Dimensions: 78 x 69″
Media: encaustic on panel
Raphaelle Goethal’s encaustic painting, Thera, is a reference to a volcanic island near Crete, where archeologists have found artifacts which suggest the Minoan civilisation was wiped out by a massive volcanic explosion. The piece showcases Raphaelle’s signature process of building up and tearing down layers upon layers of pigmented wax, leaving behind a translucent, archaeological, surface.

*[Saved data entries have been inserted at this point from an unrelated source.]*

# Constants as docs/evidence.md and docs/model-card.md state them.
LOCALITY_SHARE = 0.25  # s, "`places`" (common practice, no source)
CONF_PHRASE, CONF_WORD, CONF_COMMON = 0.9, 0.7, 0.1  # c of a place match
YEAR_SECONDS = 365.2425 * 86400.0  # the Gregorian year
OLDEST_AGE = 120.0  # end of an open band
MAX_YEARS_AHEAD = 8.0  # two-digit years and stages in the future
CEILING = 0.85  # rules-of-thumb ceiling
MIN_DATA_SUPPORT = 1.0  # table evidence worth fewer members counts as a rule of thumb
LEXICON_WEIGHT = FRIENDS_WEIGHT = 1.0
FRIEND_PSEUDO = 1.0  # pseudo-friends per value (add-one)


def saturation(n):
    """f(n) = 1 + ln n (model card, "Combining evidence")."""
    return 0.0 if n == 0 else 1.0 + math.log(n)


_LEXICONS = {}


def lexicons():
    if not _LEXICONS:
        _LEXICONS["vocabulary"] = load_vocabulary()
        _LEXICONS["life-stages"] = load_life_stages()
        _LEXICONS["gazetteer"] = Gazetteer()
    return _LEXICONS


# ── Priors ───────────────────────────────────────────────────────────────────────────

def load_priors(path):
    with open(path, encoding="utf-8") as f:
        doc = json.load(f)
    attrs = []
    for a in doc["attributes"]:
        base = np.array([v["base_rate"] for v in a["values"]], dtype=float)
        member = np.array([v.get("member_rate", v["base_rate"]) for v in a["values"]], float)
        cal = a.get("calibration") or {"method": "temperature", "lambda": 1.0}
        if cal["method"] != "temperature":
            raise ValueError("temperature calibration only")
        attrs.append({
            "id": a["id"], "label": a.get("label", a["id"]),
            "values": [v["id"] for v in a["values"]],
            "labels": [v.get("label", v["id"]) for v in a["values"]],
            "pi": base / base.sum(), "mu": member / member.sum(),
            "alpha": a.get("smoothing", 4.0), "k": a.get("pseudocount", 0.0),
            "lambda": cal["lambda"],
        })
    items = doc["items"]
    variance = noise_variance(doc.get("provenance", {}).get("privacy"))
    for a in attrs:
        a["noise_variance"] = variance
    return attrs, items


def noise_variance(privacy):
    """docs/priors.md, `provenance.privacy`: `item_noise_variance`, else 2b² from
    `item_noise_scale`, else 2(m/ε)² with m the sensitivity; 0 without privacy."""
    if not privacy:
        return 0.0
    if privacy.get("item_noise_variance") is not None:
        return float(privacy["item_noise_variance"])
    if privacy.get("item_noise_scale") is not None:
        return 2.0 * float(privacy["item_noise_scale"]) ** 2
    return 2.0 * (float(privacy["sensitivity"]) / float(privacy["epsilon"])) ** 2


def noise_discount(counts, variance):
    """docs/priors.md, "Noisy counts": c' = c·n'/n, n' = n̂²/(n̂ + |V|·σ²),
    n̂ = max(0, n − |V|·m), m = t/((1+t)(1−t)) where σ² = 2t/(1−t)² (discrete Laplace)."""
    n = counts.sum()
    if variance <= 0 or n <= 0:
        return counts
    k = len(counts)
    # σ²(1−t)² = 2t: the root of σ²t² − (2σ² + 2)t + σ² = 0 in (0, 1).
    b = 2 * variance + 2
    t = (b - math.sqrt(b * b - 4 * variance * variance)) / (2 * variance)
    m = t / ((1 + t) * (1 - t))
    size = max(0.0, n - k * m)
    return counts * (size * size / (size + k * variance)) / n


def value_index(attr, text):
    """A value by id or label, letter case ignored."""
    t = text.strip().lower()
    for i, (v, l) in enumerate(zip(attr["values"], attr["labels"])):
        if v.lower() == t or l.lower() == t:
            return i
    return None


def table_lr(attr, counts):
    """docs/evidence.md, "`table`": L = (c + a)/(n·μ + a), a = α·μ + k, after the noise
    discount of a noisy file; also the support n (members the counts are worth)."""
    c = noise_discount(np.clip(np.array(counts, dtype=float), 0.0, None),
                       attr["noise_variance"])
    a = attr["alpha"] * attr["mu"] + attr["k"]
    n = c.sum()
    return np.log((c + a) / (n * attr["mu"] + a)), n


# ── Word-list sources ────────────────────────────────────────────────────────────────

def location_attribute(attrs, gaz):
    """The first attribute at least half of whose values are ISO codes (XX-YYY region
    codes of a known country, or alpha-2 country codes); per value, its code."""
    countries = {r[2] for refs in gaz.index.values() for r in refs if r[0] == "C"}
    for ai, a in enumerate(attrs):
        codes = []
        for v in a["values"]:
            u = v.strip().upper()
            if re.fullmatch(r"[A-Z]{2}-[A-Z0-9]{1,3}", u) and u[:2] in countries:
                codes.append(("region", u))
            elif re.fullmatch(r"[A-Z]{2}", u) and u in countries:
                codes.append(("country", u))
            else:
                codes.append(None)
        known = sum(c is not None for c in codes)
        if known and 2 * known >= len(codes):
            return ai, codes
    return None, None


def land(codes, pi, country, region):
    """docs/evidence.md, "Where a place lands": the region's value, else the country's,
    else spread over the values inside the country by base rate; [] when outside."""
    for v, c in enumerate(codes):
        if c == ("region", region) and region is not None:
            return [(v, 1.0)]
    for v, c in enumerate(codes):
        if c == ("country", country):
            return [(v, 1.0)]
    inside = [v for v, c in enumerate(codes) if c is not None and c[1][:2] == country]
    total = sum(pi[v] for v in inside)
    return [(v, pi[v] / total) for v in inside] if total > 0 else []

Raphaëlle Goethals is a self-described bicultural artist, who grew up in Belgium and left for the United States to pursue her artistic career in Los Angeles—culminating in her move to New Mexico where she has lived and produced work for the past twenty years. Due to her upbringing in an environment riddled with the artistic successes of Flemish Renaissance Artists and more contemporary individuals such as René Magritte, Goethals work often draws on this rich history, emphasizing a sense of process and creation in conjunction with art historical elements. Her work is best described as abstract, where Goethals gradually builds up detailed surfaces through layering wax and resin, incorporating elements from the present through each additional layer and the past by manipulating new layers to reveal the textures beneath. Goethals’ work redefines traditional ideas surrounding language and time and serves as a personal adaptation of a landscape, where her pieces visually explore the human mind rather than a geographical region. Goethals challenges viewers to limit the scope of information they take in and are frequently bombarded with by observing pieces that are reductive in nature and free viewers from external distractions.